Laudelina nasceu na cidade mineira de Poços de Caldas em 12 de outubro de 1904, menos de 20 anos depois da abolição da escravatura no país, em 1888. Ela começou a trabalhar aos sete anos de idade, abandonou a escola para cuidar dos irmãos enquanto a mãe trabalhava e aos 16 anos passou a atuar de organizações sociais do movimento negro.
Segundo o sociólogo Joaze Bernardino-Costa, naquela época o serviço doméstico era mencionado nas leis sanitárias e policiais somente com o intuito de proteger a sociedade contra as trabalhadoras domésticas, percebidas explicitamente como ameaças em potencial às famílias empregadoras. “Se ainda hoje a associação entre escravidão, trabalho doméstico e negro ainda está presente no imaginário social, sem dúvida nenhuma nas primeiras décadas do século 20 isso ainda era muito presente”, escreveu ele em sua tese de doutorado pela Universidade de Brasília (UnB).
A atuação de Laudelina e de outras pioneiras foi essencial para a categoria, e por extensão para as mulheres negras, porque as trabalhadoras domésticas não tinham direito à sindicalização e nem eram protegidas pela legislação vigente.
A categoria só garantiria direitos de carteira assinada e previdência social em 1972, mas ainda com sérias restrições aos trabalhadores domésticos.
Atuação e perseguição política
Já morando em São Paulo, a trajetória de Laudelina ganhou contornos políticos na década de 1930, quando se filiou ao Partido Comunista Brasileiro (PCB) e militou pela Frente Negra Brasileira (FNB), entidade do movimento negro que também seria reconhecida como partido.
Ao mesmo tempo, fundou no início daquela década a primeira associação de trabalhadores domésticos do Brasil, em Santos. Naquela época surgiriam também outras entidades da categoria em território paulista.

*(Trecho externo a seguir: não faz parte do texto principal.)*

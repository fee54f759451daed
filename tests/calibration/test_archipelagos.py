"""The whole tool on archipelagos it has never seen, everything fitted. Writes reports/calibration.

Run by hand: ``nice pytest -m calibration tests/calibration/test_archipelagos.py``. Every seed gives
another sea, other peoples and other histories, told by code that shares nothing with the analysis.
Turnover and recording are fitted to each catalogue, as for a user.
"""

from __future__ import annotations

import time
from pathlib import Path

import numpy as np
import pandas as pd
import pytest
from statsmodels.stats.proportion import proportion_confint

from twicetold.catalogue import read_catalogue
from twicetold.evidence import rank_catalogue
from twicetold.evidence.verdict import VERDICTS, Grounds, verdict
from twicetold.example import make_example
from twicetold.example._history import RECORDING, TURNOVER
from twicetold.example._tables import table_files
from twicetold.plan import Plan
from twicetold.workers import ThreadPool

pytestmark = pytest.mark.calibration
REPORT = Path(__file__).resolve().parents[2] / "reports" / "calibration" / "archipelagos.md"
COMMAND = "nice pytest -m calibration tests/calibration/test_archipelagos.py"
SEEDS = range(101, 111)
ROUTES = ("emergence", "contact", "inheritance")
ALPHA, MOST = 0.05, 0.06
PLAN = Plan().replace(evidence__draws=19_999, sensitivity__hidden=False)
LINES: list[str] = []


def say(*lines):
    LINES.extend(lines)
    print("\n".join(lines), flush=True)


def cell(hits):
    """Per cent with a 95 % Clopper-Pearson interval, and the number it is of."""
    hits = np.asarray(hits, dtype=bool)
    if not len(hits):
        return "–"
    low, high = proportion_confint(int(hits.sum()), len(hits), method="beta")
    return f"{100 * hits.mean():.1f} ({100 * low:.1f}–{100 * high:.1f}) of {len(hits)}"


def table(head, rows):
    say("", "| " + " | ".join(head) + " |", "|---" * len(head) + "|")
    say(*("| " + " | ".join(map(str, row)) + " |" for row in rows))


def study(seed, folder):
    """Rank one archipelago; its motifs beside their truth, and the fits."""
    folder.mkdir()
    for name, content in table_files(make_example(seed)).items():
        (folder / name).write_bytes(content)
    found = rank_catalogue(
        read_catalogue(folder), PLAN, pool=ThreadPool(2), details=False, cache=False
    )
    truth = pd.read_csv(folder / "truth.csv")
    truth = truth.rename(columns={f"{r}_share": f"{r}_true" for r in ROUTES})
    both = found.motifs.merge(truth, on="motif_id")
    assert len(both) == len(truth) == 120
    return both.assign(seed=seed), found.fits


def alone(row):
    """The verdict by plain p."""
    too_rare = np.isnan(row.q_against_emergence)
    grounds = Grounds(
        emergence=float("nan") if too_rare else row.p_against_emergence,
        ancestry=row.p_against_ancestry,
        transmission=row.p_against_transmission,
        attainable=row.p_attainable,
        families=True,
        transmission_known=True,
        holders=row.holders,
        surveyed=row.surveyed,
    )
    return verdict(grounds, ALPHA)[0]


def fits_of(fits):
    say("", "## Fits", "", f"True turnover {TURNOVER}, true recording rate κ {RECORDING}.")
    rows = []
    for seed, f in zip(SEEDS, fits, strict=True):
        x = f"{f['turnover']:.3f} ({f['turnover_low']:.3f}–{f['turnover_high']:.3f})"
        kappa = f"{f['recording_rate']:.3f} ({f['recording_rate_low']:.3f}–"
        kappa += f"{f['recording_rate_high']:.3f})"
        rows.append((seed, x, f"{f['turnover_goodness_p']:.2f}", kappa))
    table(("seed", "turnover, 95 %", "goodness p", "κ, 95 %"), rows)
    held = [f["turnover_low"] <= TURNOVER <= f["turnover_high"] for f in fits]
    kappas = [f["recording_rate_low"] <= RECORDING <= f["recording_rate_high"] for f in fits]
    say("", f"The intervals hold the truth in {sum(held)} and {sum(kappas)} of {len(fits)}.")


def verdicts(motifs):
    for name, column in (("by q, 120 motifs judged together", "verdict"), ("by plain p", "alone")):
        say("", f"## Verdicts {name}, per cent")
        rows = []
        for route in (*ROUTES, "mixed"):
            some = motifs[motifs["route"] == route]
            shares = [f"{100 * (some[column] == v).mean():.1f}" for v in VERDICTS]
            rows.append((f"{route} ({len(some)})", *shares))
        table(("truth", *VERDICTS), rows)
    say("", "## Right and wrong by plain p, by recorded holders")
    wrong = {
        "emergence": ("contact spread", "contact or ancestry", "several origins, then spread"),
        "contact": ("parallel emergence", "several origins, then spread"),
        "inheritance": ("contact spread", "parallel emergence", "several origins, then spread"),
    }
    right = {
        "emergence": ("parallel emergence",),
        "contact": ("contact spread", "contact or ancestry"),
        "inheritance": ("contact or ancestry",),
    }
    say(
        "",
        "Right here is, for contact, either verdict that leaves contact open. Motifs of "
        "inheritance count only where inheritance was all that happened (a tradition without kin "
        "has nobody to hand a motif to, and it emerges anew).",
    )
    rows = []
    for route in ROUTES:
        some = motifs[(motifs["route"] == route) & (motifs[f"{route}_realised"] == 1.0)]
        for low, high in CLASSES:
            part = some[some["holders"].between(low, high)]["alone"]
            rows.append(
                (
                    route,
                    f"{low}–{high}",
                    cell(part.isin(right[route])),
                    cell(part.isin(wrong[route])),
                )
            )
    table(("truth", "holders", "right", "wrong definite"), rows)


CLASSES = ((3, 5), (6, 12), (13, 150))


def levels(motifs):
    say(
        "",
        "## Level: share of motifs with p ≤ .05 where the world is true",
        "",
        "Emergence alone, of motifs whose gains were all emergences (the reefs' pull is unknown to "
        "the default plan: *sea and weather* apart); contact alone; no second invention for "
        "transmission; inheritance alone for ancestry.",
    )
    pure = {r: motifs[motifs[f"{r}_realised"] == 1.0] for r in ROUTES}
    sea = pure["emergence"]["category"] == "sea and weather"
    worlds = (
        ("emergence-only", "p_against_emergence", pure["emergence"][~sea]),
        ("emergence-only, sea and weather", "p_against_emergence", pure["emergence"][sea]),
        ("ancestry-only", "p_against_ancestry", pure["inheritance"]),
        ("contact-only", "p_against_contact", pure["contact"]),
        (
            "transmission-only",
            "p_against_transmission",
            motifs[motifs["emergence_realised"] == 0.0],
        ),
    )
    rows, over = [], []
    for name, column, true in worlds:
        some = true.dropna(subset=[column])
        hits = some[column] <= ALPHA
        by = [cell(hits[some["holders"].between(a, b)]) for a, b in CLASSES]
        rows.append((name, *by, cell(hits)))
        low = proportion_confint(int(hits.sum()), len(hits), method="beta")[0]
        if low > MOST and "sea" not in name:
            over.append(name)
    table(("world", *(f"{a}–{b} holders" for a, b in CLASSES), "all"), rows)
    return over


def shares(motifs):
    say(
        "",
        "## Route shares",
        "",
        "Against the shares of gains the motif's history was told with. Intervals of pure routes "
        "cannot hold the corner of the triangle, so coverage is of the mixed motifs.",
    )
    told = motifs.dropna(subset=["contact_share"])
    mean = told[[f"{r}_share" for r in ROUTES]].to_numpy()
    true = told[[f"{r}_true" for r in ROUTES]].to_numpy()
    rows = []
    for low, high in CLASSES:
        at = told["holders"].between(low, high).to_numpy()
        error = np.sqrt(((mean - true)[at] ** 2).mean(axis=0))
        pure = at & (true.max(axis=1) == 1.0)
        most = mean[pure].argmax(axis=1) == true[pure].argmax(axis=1)
        mixed = at & (told["route"] == "mixed").to_numpy()
        held = [
            told[f"{r}_share_low"].to_numpy()[mixed] <= true[mixed, k] for k, r in enumerate(ROUTES)
        ]
        held = [
            a & (true[mixed, k] <= told[f"{r}_share_high"].to_numpy()[mixed])
            for k, (a, r) in enumerate(zip(held, ROUTES, strict=True))
        ]
        rows.append(
            (
                f"{low}–{high}",
                at.sum(),
                *(f"{e:.2f}" for e in error),
                cell(most),
                *(cell(h) for h in held),
            )
        )
    names = (
        "holders",
        "motifs",
        *(f"RMSE {r}" for r in ROUTES),
        "largest share is the truth (pure)",
        *(f"coverage {r} (mixed)" for r in ROUTES),
    )
    table(names, rows)


def test_the_tool_on_unseen_archipelagos(tmp_path):
    begun, cpu = time.perf_counter(), time.process_time()
    parts, fits = [], []
    for seed in SEEDS:
        both, found = study(seed, tmp_path / str(seed))
        parts.append(both)
        fits.append(found)
        print(seed, f"{time.perf_counter() - begun:.0f} s", flush=True)
    motifs = pd.concat(parts, ignore_index=True)
    motifs["alone"] = [alone(row) for row in motifs.itertuples()]
    say(
        "# Archipelagos never seen before",
        "",
        f"Command: `{COMMAND}`.",
        "",
        f"{len(SEEDS)} archipelagos (seeds {SEEDS[0]} to {SEEDS[-1]}; invented, 150 traditions and "
        "120 motifs each), histories told by the example's own code; the default plan but for "
        f"{PLAN.evidence.draws:,} draws: turnover, recording and effort all taken from the "
        "catalogue. Per cent with 95 % Clopper–Pearson intervals.",
    )
    fits_of(fits)
    over = levels(motifs)
    verdicts(motifs)
    shares(motifs)
    say(
        "",
        f"Worlds rejected too often (whole interval over {100 * MOST:.0f} %): "
        f"{', '.join(over) or 'none'}.",
        "",
        f"Whole study: {time.perf_counter() - begun:.0f} s on two shared cores, "
        f"{time.process_time() - cpu:.0f} s of processor time.",
    )
    REPORT.write_text("\n".join(LINES) + "\n", encoding="utf-8")
    assert not over
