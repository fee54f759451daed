"""Made-up worlds whose truth is known, for the calibration of the confounders.

A thousand traditions at random on the globe; 60 compact families of very unequal size, a fifth of
them with a branch far away; branches of at most a dozen, sub-branches of at most four.
"""

from __future__ import annotations

from dataclasses import dataclass

import numpy as np

from twicetold.graph import build_graph
from twicetold.randomness import chunk_words
from twicetold.spread import SpreadModel, cap_for, chain_tables, walk_chunk

N, FAMILIES = 1000, 60
COUNTS = (5, 10, 30, 100)
EACH = 2000
#: Chance that a gain is a new origin, and that it passes over the branch to the whole family.
ORIGIN, CLIMB = 0.15, 0.15
KM = 6371.0088


@dataclass(frozen=True)
class Place:
    """The traditions: where they are, whose kin, how much was collected."""

    latitude: np.ndarray
    longitude: np.ndarray
    family: np.ndarray
    branch: np.ndarray
    twig: np.ndarray
    effort: dict[str, np.ndarray]
    field: np.ndarray

    @property
    def xyz(self):
        a, b = np.radians(self.latitude), np.radians(self.longitude)
        return np.stack([np.cos(a) * np.cos(b), np.cos(a) * np.sin(b), np.sin(a)], axis=1)


def make_place(seed=31):
    rng = np.random.default_rng(seed)
    latitude = np.degrees(np.arcsin(rng.uniform(-0.9, 0.9, N)))
    longitude = rng.uniform(-180, 180, N)
    place = Place(latitude, longitude, *[np.zeros(N, int)] * 3, {}, np.zeros(N))
    xyz = place.xyz
    family = compact_families(xyz, rng)
    branch = split(xyz, family, 12)
    family, branch = move_branches(family, branch, rng)
    west_east = (1 + xyz[:, 1]) / 2
    noise = np.exp(0.8 * rng.normal(size=N))
    effort = {
        "equal": np.ones(N),
        "log-normal": noise,
        "log-normal, x10 gradient": noise * 10.0**west_east,
    }
    field = smooth(xyz, rng, 1)[0]
    return Place(latitude, longitude, family, branch, split(xyz, branch, 4), effort, field)


def compact_families(xyz, rng):
    """Sizes falling as 1/rank; the largest takes its nearest first."""
    weight = 1.0 / np.arange(1, FAMILIES + 1) ** 1.1
    sizes = np.maximum(1, np.round(N * weight / weight.sum())).astype(int)
    sizes[0] += N - sizes.sum()
    family = np.full(N, -1)
    for k, size in enumerate(sizes):
        free = np.flatnonzero(family < 0)
        centre = xyz[rng.choice(free)]
        family[free[np.argsort(((xyz[free] - centre) ** 2).sum(axis=1))[:size]]] = k
    return family


def split(xyz, group, most):
    """Halve every group along its longest direction until no part has more than ``most``."""
    out = np.zeros(len(group), dtype=int)
    todo = [np.flatnonzero(group == g) for g in np.unique(group)]
    code = 0
    while todo:
        members = todo.pop()
        if len(members) <= most:
            out[members] = code
            code += 1
            continue
        centred = xyz[members] - xyz[members].mean(axis=0)
        along = centred @ np.linalg.svd(centred, full_matrices=False)[2][0]
        order = np.argsort(along, kind="stable")
        todo += [members[order[: len(order) // 2]], members[order[len(order) // 2 :]]]
    return out


def move_branches(family, branch, rng):
    """Let a fifth of the larger families trade a branch with another, far away."""
    family = family.copy()
    owners = [f for f in range(FAMILIES) if len(np.unique(branch[family == f])) > 1]
    rng.shuffle(owners)
    for a, b in zip(owners[0::2][:6], owners[1::2][:6], strict=False):
        one, other = rng.choice(branch[family == a]), rng.choice(branch[family == b])
        family[branch == one], family[branch == other] = b, a
    return family, branch


def smooth(xyz, rng, fields, length=2000.0):
    """Fields with correlation exp(-(chord/length)^2), by random waves; sd 1 over traditions."""
    out = []
    for _ in range(fields):
        waves = rng.normal(size=(300, 3)) * np.sqrt(2.0) * KM / length
        z = np.cos(xyz @ waves.T + rng.uniform(0, 2 * np.pi, 300)).sum(axis=1)
        out.append((z - z.mean()) / z.std())
    return np.array(out)


def by_clocks(rates, rng):
    """Emergence alone: the first to ring; ``rates`` (N,), or a function giving a fresh one."""
    rows = []
    for n in COUNTS:
        for _ in range(EACH):
            rate = rates() if callable(rates) else rates
            rows.append(np.argpartition(rng.exponential(size=N) / rate, n)[:n])
    return rows


def by_descent(levels, rate, rng):
    """Gains pass down within the narrowest group; now and then within a wider one, or anew.

    ``levels`` holds codes from the narrowest group to the family. Whoever gains within a group is
    drawn by rate, so that given the counts per (narrowest) group the holders are a draw by rate.
    """
    members = [{g: np.flatnonzero(level == g) for g in np.unique(level)} for level in levels]
    rows = []
    for n in COUNTS:
        for _ in range(EACH):
            held = np.zeros(N, dtype=bool)
            held[rng.choice(N, p=rate / rate.sum())] = True
            holders = list(np.flatnonzero(held))
            while len(holders) < n:
                free = np.flatnonzero(~held)
                if rng.random() >= ORIGIN:
                    kin = _kin(levels, members, holders[rng.integers(len(holders))], held, rng)
                    free = kin if len(kin) else free
                weight = rate[free]
                new = free[np.searchsorted(np.cumsum(weight), rng.random() * weight.sum())]
                held[new] = True
                holders.append(new)
            rows.append(np.array(holders))
    return rows


def _kin(levels, members, of, held, rng):
    for k, level in enumerate(levels):
        if k + 1 < len(levels) and rng.random() < CLIMB:
            continue
        group = members[k][level[of]]
        free = group[~held[group]]
        if len(free):
            return free
    return free


def by_chain(place, shares, turnover=0.95):
    """The spread chain: rows, and the weight of each (a snapshot of a walk)."""
    model = SpreadModel(
        build_graph(place.latitude, place.longitude, "nearest:6"),
        turnover,
        shares=shares,
        family=place.family,
    )
    tables = chain_tables(model, cap_for(model, max(COUNTS)))
    kept = walk_chunk(tables, chunk_words(7, 90, draws=EACH), np.array(COUNTS, dtype=np.int32))
    rows, weights = [], []
    for k in range(len(COUNTS)):
        for w in range(EACH):
            bits = kept.bits[w, k][:, None] >> np.arange(64, dtype=np.uint64) & np.uint64(1)
            rows.append(np.flatnonzero(bits.ravel()[:N]))
            weights.append(kept.weight[w, k])
    return rows, np.array(weights)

“A situação da empregada doméstica era muito ruim. A maioria daquelas antigas trabalharam 23 anos e morriam na rua pedindo esmola. Lá em Santos, a gente andou cuidando, tratou delas até a morte. Era um resíduo da escravidão, porque era tudo descendente de escravo”, disse ela em entrevista à educadora Elisabete Pinto, publicada em sua dissertação de mestrado pela Universidade Estadual de Campinas (Unicamp). Mas essas entidades, o PCB, a FNB e tantos grupos políticos, culturais e classistas acabariam perseguidos e fechados durante a ditadura de Getúlio Vargas no Estado Novo (1937-1946). E mesmo a Consolidação das Leis do Trabalho (CLT), que unificou em 1943 as leis trabalhistas existentes até então, não trariam benefícios para os trabalhadores domésticos.
Durante a Segunda Guerra Mundial (1939-1946), Laudelina se alistou para trabalhar como auxiliar de guerra no país. “Hitler foi o maior carrasco que existia naquela época. Dizia no Livro Azul que ele eliminaria todas as raças que não fossem arianas, principalmente a raça negra seria eliminada. Então aquilo me levou, me trouxe uma revolta dentro de mim. Então resolvi me alistar para servir a pátria”, explicou Laudelina a Elisabete Pinto.
Ela atuaria como trabalhadora doméstica até meados dos anos 1950, quando morava em Campinas (SP) e passou a ganhar dinheiro por meio uma pensão que montou e de salgados que vendia em campos de futebol.
A associação fundada por ela havia voltado a funcionar com o fim da ditadura varguista, em 1946, mas a trajetória de perseguições não havia acabado. Com o golpe militar de 1964, que instituiu novamente uma ditadura no país, a associação dos trabalhadores domésticos precisou se abrigar no partido UDN (União Democrática Nacional), cuja principal liderança era Carlos Lacerda, para não fechar as portas.
Doente, Laudelina acabou se afastando de sua entidade no fim dos anos 1960, e só voltaria a ela já no fim da ditadura, a pedido de amigas e companheiras. Em 1988, com a promulgação da nova Constituição, a associação finalmente se tornaria um sindicato.
Laudelina morreria em 1991, aos 86 anos de idade, em Campinas.
E só em 2013, com a aprovação da chamada PEC das Domésticas, os trabalhadores domésticos passariam a ter direito a benefícios semelhantes aos de outras categorias profissionais, como jornada de trabalho de 44 horas semanais, com limite de oito horas diárias, e o pagamento de hora-extra.
“(A trajetória de Laudelina) foi fundamental para a organização da categoria na busca de direitos. Laudelina também levantou, através da sua atuação sindical, bandeiras contra o preconceito racial e contra a discriminação das mulheres”, afirma a Federação Nacional das Trabalhadoras Domésticas.